Its context gives it meaning.” Apsey v Mem Hosp, 477 Mich 120, 130; 730 NW2d 695, 700–01

(2007). “[T]o discern the Legislature’s intent, statutory provisions are not to be read in isolation;

rather, context matters, and thus statutory provisions are to be read as a whole.” Robinson v City

of Lansing, 486 Mich 1, 15; 782 NW2d 171 (2010) (emphasis in original). Accordingly, the very

first sentence of MCL 450.1221 – “The corporate existence shall begin on the effective date of

the articles of incorporation as provided in section 131” – provides context for the later language

indicating a filing is “conclusive evidence that all conditions precedent required to be performed

under this act have been fulfilled and that the corporation has been formed under this act.” The

Attorney General is the only person who can challenge the existence of the corporation under the

act.
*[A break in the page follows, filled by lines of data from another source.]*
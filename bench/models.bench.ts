/**
 * `npm run bench -- models`: timing of the shift-model fits, the Prony fit and interconversion,
 * on invented synthetic data (core/synthetic). Prints median wall times and the accuracy reached.
 */
import { fitArrhenius, fitWlf, wlfLog10aT } from '../core/models/index.ts';
import {
  creepCompliance,
  creepFromProny,
  fitProny,
  fitViscosityCurve,
  pronyLoss,
  pronyStorage,
} from '../core/spectrum/index.ts';
import { seededRandom, smoothProny } from '../core/synthetic/index.ts';
import { medianMs } from './timing.ts';

export async function run(): Promise<void> {
  const rng = seededRandom(2026);
  const refK = 323.15;
  const temps = Array.from({ length: 12 }, (_, i) => 263.15 + 10 * i);
  const pts = temps.map((T) => ({
    temperatureK: T,
    log10aT: T === refK ? 0 : wlfLog10aT(T, 8.86, 101.6, refK) + 0.015 * rng.normal(),
    stdErr: T === refK ? 0 : 0.015,
  }));
  const wlfMs = medianMs(() => fitWlf(pts, { referenceK: refK }), 21, 3);
  const arrMs = medianMs(() => fitArrhenius(pts, { referenceK: refK }), 21, 3);
  const wlf = fitWlf(pts, { referenceK: refK });
  console.log(
    `WLF fit, 12 temperatures: ${wlfMs.toFixed(2)} ms (${wlf.iterations} LM iterations, C1 ${wlf.c1.toFixed(2)}, C2 ${wlf.c2K.toFixed(1)} K)`,
  );
  console.log(`Arrhenius fit, 12 temperatures: ${arrMs.toFixed(3)} ms`);

  // Prony: 2000 reduced points over 12 decades, G' and G'' with 2 % noise, 2 modes/decade
  const truth = smoothProny({
    tauMinS: 1e-8,
    tauMaxS: 1e4,
    modesPerDecade: 3,
    glassyModulusPa: 2e9,
    equilibriumModulusPa: 1e6,
  });
  const x = Array.from({ length: 2000 }, (_, i) => 10 ** (-4 + (12 * i) / 1999));
  const storage = x.map((w) => pronyStorage(truth, w) * Math.exp(0.02 * rng.normal()));
  const loss = x.map((w) => pronyLoss(truth, w) * Math.exp(0.02 * rng.normal()));
  const pronyMs = medianMs(() => fitProny({ x, storage, loss }, { modesPerDecade: 2 }), 5, 1);
  const p = fitProny({ x, storage, loss }, { modesPerDecade: 2 });
  console.log(
    `Prony fit, 2000 points × (G', G''), ${p.series.tauS.length} modes over 12 decades: ${pronyMs.toFixed(1)} ms ` +
      `(RMS error G' ${(100 * p.fitError.storageRms).toFixed(2)} %, G'' ${(100 * p.fitError.lossRms).toFixed(2)} %, ${p.activeModes} active modes)`,
  );

  // 10⁶ points: the master curve is log-binned before the fit (20 bins a decade)
  const big = 1_000_000;
  const bx = new Float64Array(big);
  const bs = new Float64Array(big);
  const bl = new Float64Array(big);
  const beta = new Float64Array(big);
  for (let i = 0; i < big; i++) {
    const w = 10 ** (-4 + 12 * rng.uniform());
    bx[i] = w;
    bs[i] = pronyStorage(truth, w) * Math.exp(0.02 * rng.normal());
    bl[i] = pronyLoss(truth, w) * Math.exp(0.02 * rng.normal());
    beta[i] = Math.hypot(bs[i], bl[i]) / w;
  }
  const bigMs = medianMs(() => fitProny({ x: bx, storage: bs, loss: bl }), 3, 1);
  const bp = fitProny({ x: bx, storage: bs, loss: bl });
  console.log(
    `Prony fit, 10⁶ points × (G', G''), binned to ${bp.binCount} rows, ${bp.series.tauS.length} modes: ${bigMs.toFixed(0)} ms ` +
      `(RMS error G' ${(100 * bp.fitError.storageRms).toFixed(2)} %, G'' ${(100 * bp.fitError.lossRms).toFixed(2)} % against every point)`,
  );
  const bigVisMs = medianMs(() => fitViscosityCurve(bx, beta), 3, 1);
  console.log(`Viscosity-law fit of |η*|, 10⁶ points (binned): ${bigVisMs.toFixed(0)} ms`);

  const times = Array.from({ length: 200 }, (_, i) => 10 ** (-8 + (14 * i) / 199));
  const creepMs = medianMs(
    () => {
      const r = creepFromProny(p.series);
      return times.map((t) => creepCompliance(r, t));
    },
    21,
    3,
  );
  console.log(
    `Interconversion G(t) → J(t), ${p.series.tauS.length} modes, 200 times: ${creepMs.toFixed(2)} ms`,
  );

  const omega = Array.from({ length: 60 }, (_, i) => 10 ** (-3 + (6 * i) / 59));
  const eta = omega.map((w) => (1e4 / (1 + (0.5 * w) ** 0.7)) * Math.exp(0.02 * rng.normal()));
  const visMs = medianMs(() => fitViscosityCurve(omega, eta), 11, 2);
  console.log(
    `Cross and Carreau–Yasuda fits of |η*| (the data choose), 60 points: ${visMs.toFixed(2)} ms`,
  );
}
Put another way, only the Attorney General has standing to challenge whether the corporation

has been formed under the BCA. Exactly as this Court held in Miller, “the Legislature has indicated

that the Attorney General alone has the authority to challenge corporate status.”

In the instant case, as the trial court correctly noted, Defendant is not challenging the

corporate status of Appellant, Mercyland (Exhibit A, p 12), but rather arguing that the services

provided by Mercyland were not lawfully rendered, MCL 500.3157 because its sole member and

manager was unlicensed. This is not a case where Defendant is challenging the corporate existence

or corporate formation, a challenge that is statutorily reserved to the attorney general.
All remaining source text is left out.